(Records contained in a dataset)
*** Begin section ***

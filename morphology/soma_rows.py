"""What the soma rows of a table are: none, a sphere said in one, two or three rows, an outline, a chain."""

from __future__ import annotations

import numpy as np

from morphology.findings import Finding, listed, subject
from morphology.kinds import SOMA
from morphology.shape import SIDE_POINT_SLACK, SURFACE_SLACK
from morphology.structure import Floats, Ints
from morphology.table import SwcTable

TINY_UM = 1.0
FROM_OUTLINE = "soma from outline"
FORMS = ("none", "one", "one place", "three points", "outline", "chain")


def soma_form(table: SwcTable) -> str:
    """Which of FORMS the soma has.

    An outline is a ring of six or more rows drawn with a thin pen: the radii are small beside the distances
    from the middle, and no row lies near the middle. A stack of discs is a chain.
    """
    rows = table.somata
    if len(rows) < 2:
        return "one" if len(rows) else "none"
    xyz, radius = table.xyz_um[rows], table.radius_um[rows]
    if (xyz == xyz[0]).all():
        return "one place"
    offset = np.linalg.norm(xyz - xyz[0], axis=1)
    if (
        len(rows) == 3
        and (table.parent[rows[1:]] == rows[0]).all()
        and np.allclose(offset[1:], radius.max(), rtol=SIDE_POINT_SLACK)
        and np.allclose(radius[1:], radius[0], rtol=SIDE_POINT_SLACK)
    ):
        return "three points"
    distance = np.linalg.norm(xyz - xyz.mean(axis=0), axis=1)
    ring = distance.min() > 0.3 * distance.mean() and np.median(radius) < 0.25 * distance.mean()
    return "outline" if len(rows) >= 6 and ring else "chain"


def inside_soma(table: SwcTable) -> Ints:
    """Rows off the soma which, with all rows between, lie inside the soma's surface."""
    form, rows = soma_form(table), table.somata
    if form in ("none", "outline"):
        return np.empty(0, dtype=np.int64)
    owner = np.where(table.kinds == SOMA, np.arange(len(table)), -1)
    child = np.flatnonzero(table.parent >= 0)
    pairs = np.stack([np.r_[child, table.parent[child]], np.r_[table.parent[child], child]])
    inside: list[Ints] = []
    while True:
        inner, outer = pairs[:, (owner[pairs[0]] >= 0) & (owner[pairs[1]] < 0)]
        middle = table.xyz_um[owner[inner]] if form == "chain" else table.xyz_um[rows[0]]
        radius = table.radius_um[owner[inner]] if form == "chain" else table.radius_um[rows].max()
        within = np.linalg.norm(table.xyz_um[outer] - middle, axis=1) <= radius * (1 + SURFACE_SLACK)
        if not within.any():
            return np.unique(np.concatenate(inside)) if inside else np.empty(0, dtype=np.int64)
        owner[outer[within]] = owner[inner[within]]
        inside.append(outer[within])


def soma_parts(table: SwcTable) -> int:
    """How many parts the soma rows are in: rows whose parent is no soma row."""
    above = table.parent[table.somata]
    return int(((above < 0) | (table.kinds[np.maximum(above, 0)] != SOMA)).sum())


def sphere_from_outline(table: SwcTable) -> tuple[Floats, float]:
    """Centre (3,) and radius, µm, of the sphere that stands for an outline or a stack of discs.

    The centre is the mean of the soma rows and the radius their mean distance from it, each row weighted
    by its share of the line so that it does not matter where the line was sampled densely. Rows of a
    stack count with the rim of their disc.
    """
    rows = table.somata
    place = np.full(len(table), -1)
    place[rows] = np.arange(len(rows))
    lower = np.flatnonzero((table.parent[rows] >= 0) & (place[np.maximum(table.parent[rows], 0)] >= 0))
    upper = place[table.parent[rows[lower]]]
    children = np.bincount(upper, minlength=len(rows))
    if soma_form(table) == "outline" and children.max(initial=0) <= 1:
        top = np.setdiff1d(np.arange(len(rows)), lower)[:1]  # close the ring from its last row to its first
        lower, upper = np.r_[lower, np.flatnonzero(children == 0)[:1]], np.r_[upper, top]
    step = np.linalg.norm(table.xyz_um[rows[lower]] - table.xyz_um[rows[upper]], axis=1)
    weight = np.bincount(lower, step, len(rows)) + np.bincount(upper, step, len(rows))
    weight = weight / weight.sum() if weight.sum() > 0 else np.full(len(rows), 1 / len(rows))
    centre = weight @ table.xyz_um[rows]
    distance = np.linalg.norm(table.xyz_um[rows] - centre, axis=1)
    return centre, float(weight @ np.hypot(distance, table.radius_um[rows]))


def check_soma(table: SwcTable) -> list[Finding]:
    """What is odd about the soma."""
    rows, form = table.somata, soma_form(table)
    if form == "none":
        message = "no row is of kind 1: the cell has no soma"
        return [
            Finding(
                "no-soma",
                "warning",
                None,
                message,
                'The root stands for the site "soma"; give the soma\'s row the kind 1 if there is one.',
            )
        ]
    line, ids = int(table.lines[rows].min()), listed(table.ids[rows])
    findings = []
    if form == "one place":
        message = f"{len(rows)} soma rows lie in one place (ids {ids})"
        findings.append(
            Finding(
                "soma-two-rows-one-place",
                "note",
                line,
                message,
                "Nothing to do: they are one sphere of the largest radius.",
            )
        )
    elif form == "three points":
        message = f"the soma is a centre and two side rows (ids {ids}), the three-row way of writing a sphere"
        findings.append(
            Finding(
                "soma-three-point",
                "note",
                line,
                message,
                "Nothing to do: it is one sphere; the side rows are no cable.",
            )
        )
    elif form == "outline":
        pen = np.median(table.radius_um[rows])
        message = f"{len(rows)} soma rows of radius {pen:g} µm trace its outline (ids {ids}): a thin ring"
        findings.append(
            Finding(
                "soma-outline",
                "warning",
                line,
                message,
                f'Apply the repair "{FROM_OUTLINE}", which puts a sphere in its place.',
            )
        )
    elif form == "chain":
        message = f"the soma is a chain of {len(rows)} rows (ids {ids})"
        findings.append(Finding("soma-chain", "note", line, message, "Nothing to do: it is taken as a run of frusta."))
    parts = soma_parts(table)
    if parts > 1:
        message = f"the soma rows are in {parts} parts which do not touch (ids {ids})"
        findings.append(
            Finding(
                "soma-in-parts",
                "warning",
                line,
                message,
                "Check the kinds: a cell has one soma, and stray rows of kind 1 change the answer.",
            )
        )
    largest = np.nanmax(table.radius_um[rows], initial=0.0)
    if form != "outline" and 0 < largest < TINY_UM:
        message = f"the soma's radius is {largest:g} µm, which is not credible"
        findings.append(
            Finding(
                "soma-tiny",
                "warning",
                line,
                message,
                "Give the soma its measured size, or the cell's resistance will be too high.",
            )
        )
    return findings + _inside(table)


def _inside(table: SwcTable) -> list[Finding]:
    rows = inside_soma(table)
    if not rows.size:
        return []
    message = f"{subject(len(rows), 'lie', 'lies', 'neurite row')} inside the soma {table.named(rows)}"
    remedy = "Nothing to do: they are electrically joined to it, and cable begins at its surface."
    return [Finding("point-inside-soma", "note", int(table.lines[rows].min()), message, remedy)]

*** End section ***

| Work order |
Using only the entries above, output the line with "return centre, float(weight", the line with "kind 1: the", and all lines between them, exactly as they stand.

| Output for this task |
    return centre, float(weight @ np.hypot(distance, table.radius_um[rows]))


def check_soma(table: SwcTable) -> list[Finding]:
    """What is odd about the soma."""
    rows, form = table.somata, soma_form(table)
    if form == "none":
        message = "no row is of kind 1: the cell has no soma"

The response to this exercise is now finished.